**What is expected**
Below are records; reproduce exactly the lines from the one that has "response to held-out" through the one that has "so a test can", ends included, and nothing more.

▼▼▼

//! The practitioner's report of `visviva run`: one serializable [`RunReport`]
//! (written as `report.json`) and its rendering as a self-contained HTML page
//! with inline SVG charts — no scripts, no network. Damped or driven
//! projects carry a [`PortReport`] (damping per mode, response to held-out
//! input sequences) instead of the conservative energy-drift check. Every number on the page
//! is printed through [`Html::num`], tagged with its JSON path, so a test can
//! prove the page shows exactly what `report.json` holds.

use serde::Serialize;
use serde_json::Value;

use crate::deploy::export::ExportReport;
use crate::evidence::check::{CheckReport, ModeDamping};
use crate::project::file::DeviceBudget;

/// Per-coordinate data summary.
#[derive(Debug, Clone, Serialize)]
pub struct CoordinateSummary {
    /// Column name (q1, p1, ...).
    pub name: String,
    /// Smallest value.
    pub min: f64,
    /// Largest value.
    pub max: f64,
    /// Root mean square.
    pub rms: f64,
    /// Estimated measurement noise (standard deviation).
    pub noise: f64,
}

/// What the data looked like.
#[derive(Debug, Clone, Serialize)]
pub struct DataSummary {
    /// Training log path as given in visviva.toml.
    pub train_file: String,
    /// Degrees of freedom.
    pub dof: usize,
    /// Training trajectories.
    pub train_trajectories: usize,
    /// Training samples.
    pub train_samples: usize,
    /// Validation trajectories.
    pub validation_trajectories: usize,
    /// Validation samples.
    pub validation_samples: usize,
    /// Median sampling interval (s).
    pub sample_interval_s: f64,
    /// "given" or "estimated (Savitzky-Golay)".
    pub derivatives: String,
    /// Per coordinate.
    pub coordinates: Vec<CoordinateSummary>,
    /// Input columns u1..um of the logs (0 for an undriven system).
    #[serde(skip_serializing_if = "is_zero")]
    pub inputs: usize,
}

fn is_zero(v: &usize) -> bool {
    *v == 0
}

/// One fitting run.
#[derive(Debug, Clone, Serialize, serde::Deserialize)]
pub struct FitSummary {
    /// Learned parameters.
    pub parameters: usize,
    /// Optimizer steps.
    pub steps: usize,
    /// Best validation loss.
    pub best_validation_loss: f64,
    /// Epoch of the kept parameters (1-based).
    pub best_epoch: usize,
    /// Why it stopped.
    pub stop: String,
    /// Wall time (s).
    pub seconds: f64,
    /// Throughput.
    pub samples_per_second: f64,
    /// Training loss per epoch.
    pub train_loss: Vec<f64>,
    /// Validation loss per epoch.
    pub validation_loss: Vec<f64>,
    /// Whether this run was reused from a previous `visviva run`.
    pub reused: bool,
}

/// Pass/fail of one blob against the device budget.
#[derive(Debug, Clone, Serialize)]
pub struct BudgetVerdict {
    /// Flash judged: the blob plus the runtime's measured flash.
    pub flash_needed_bytes: u64,
    /// RAM judged: the larger of the estimate and the runtime's measured
    /// stack plus static RAM.
    pub ram_needed_bytes: u64,
    /// Blob plus runtime fit the flash budget (None when not set).
    pub flash_ok: Option<bool>,
    /// Runtime RAM fits (None when not set).
    pub ram_ok: Option<bool>,
    /// Estimated step time (s) from MAC/step x cycles per MAC / clock.
    pub step_time_s: Option<f64>,
    /// Step fits the control period (None when not set).
    pub time_ok: Option<bool>,
    /// Overall.
    pub pass: bool,
    /// What to change when it fails.
    pub advice: Vec<String>,
}

/// One device blob.
#[derive(Debug, Clone, Serialize)]
pub struct DeviceBlob {
    /// Target name.
    pub name: String,
    /// File in out/.
    pub file: String,
    /// Export measurements.
    pub export: ExportReport,
    /// Runtime RAM estimate (bytes).
    pub ram_bytes: usize,
    /// The runtime's own measured flash and stack for this blob's
    /// configuration (`deploy::footprint`), None when not measured.
    pub runtime: Option<crate::deploy::footprint::RuntimeFootprint>,
    /// Emulator instructions per step, from the last device check, if run.
    pub emulator_instructions_per_step: Option<f64>,
    /// Golden rollout files for the device check.
    pub golden: Vec<String>,
    /// The input sequence the golden rollouts replay (driven models), CSV
    /// `t,u1..um`, row k held over step k.
    #[serde(skip_serializing_if = "Option::is_none")]
    pub golden_inputs: Option<String>,
    /// Budget verdict.
    pub budget: BudgetVerdict,
}

/// One held-out trajectory driven by its logged inputs: model and baseline.
#[derive(Debug, Clone, Serialize)]
pub struct DrivenComparison {
    /// Trajectory id.
    pub id: String,
    /// Samples (the rollout takes one step fewer).
    pub samples: usize,
    /// State error of the model's rollout (each coordinate's RMS error over
    /// its RMS, averaged in square).
    pub model_state_rel_rmse: f64,
    /// The same for the baseline (RK4, input held over each step).
    pub baseline_state_rel_rmse: Option<f64>,
    /// Why the model's rollout stopped early.
    pub model_failure: Option<String>,
    /// Why the baseline's rollout stopped early.
    pub baseline_failure: Option<String>,
}

/// The evidence of `visviva run`, one kind per model kind.
#[derive(Debug, Clone, Serialize)]
#[serde(rename_all = "lowercase")]
pub enum Evidence {
    /// Model vs baseline on the validation trajectories, energy drift over a
    /// long horizon (conservative models).
    Check(CheckReport),
    /// Damping per mode and driven response (damped or driven models).
    Port(PortReport),
}

/// What `visviva run` found for a damped or driven model.
#[derive(Debug, Clone, Serialize)]
pub struct PortReport {
    /// Inputs u1..um the model takes.
    pub inputs: usize,
    /// Whether a dissipation R = L L^T was learned.
    pub dissipation: bool,
    /// The model's rest state (unforced field zero), q then p.
    pub rest: Vec<f64>,
    /// Largest |f(rest)| over the RMS rates of the data.
    pub rest_residual: f64,
    /// Learned damping per mode of the linearization at rest.
    pub modes: Vec<ModeDamping>,
    /// The reference system's modes at rest (simulated data only).
    pub reference_modes: Option<Vec<ModeDamping>>,
    /// Per held-out trajectory.
    pub driven: Vec<DrivenComparison>,
    /// Median over trajectories of the model's state error.
    pub median_model_state_rel_rmse: f64,
    /// Median over trajectories of the baseline's state error.
    pub median_baseline_state_rel_rmse: Option<f64>,
    /// Golden rollouts' input sequence: which held-out trajectory's inputs.
    pub golden_input_trajectory: String,
}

▲▲▲

**Solution for this task**
//! projects carry a [`PortReport`] (damping per mode, response to held-out
//! input sequences) instead of the conservative energy-drift check. Every number on the page
//! is printed through [`Html::num`], tagged with its JSON path, so a test can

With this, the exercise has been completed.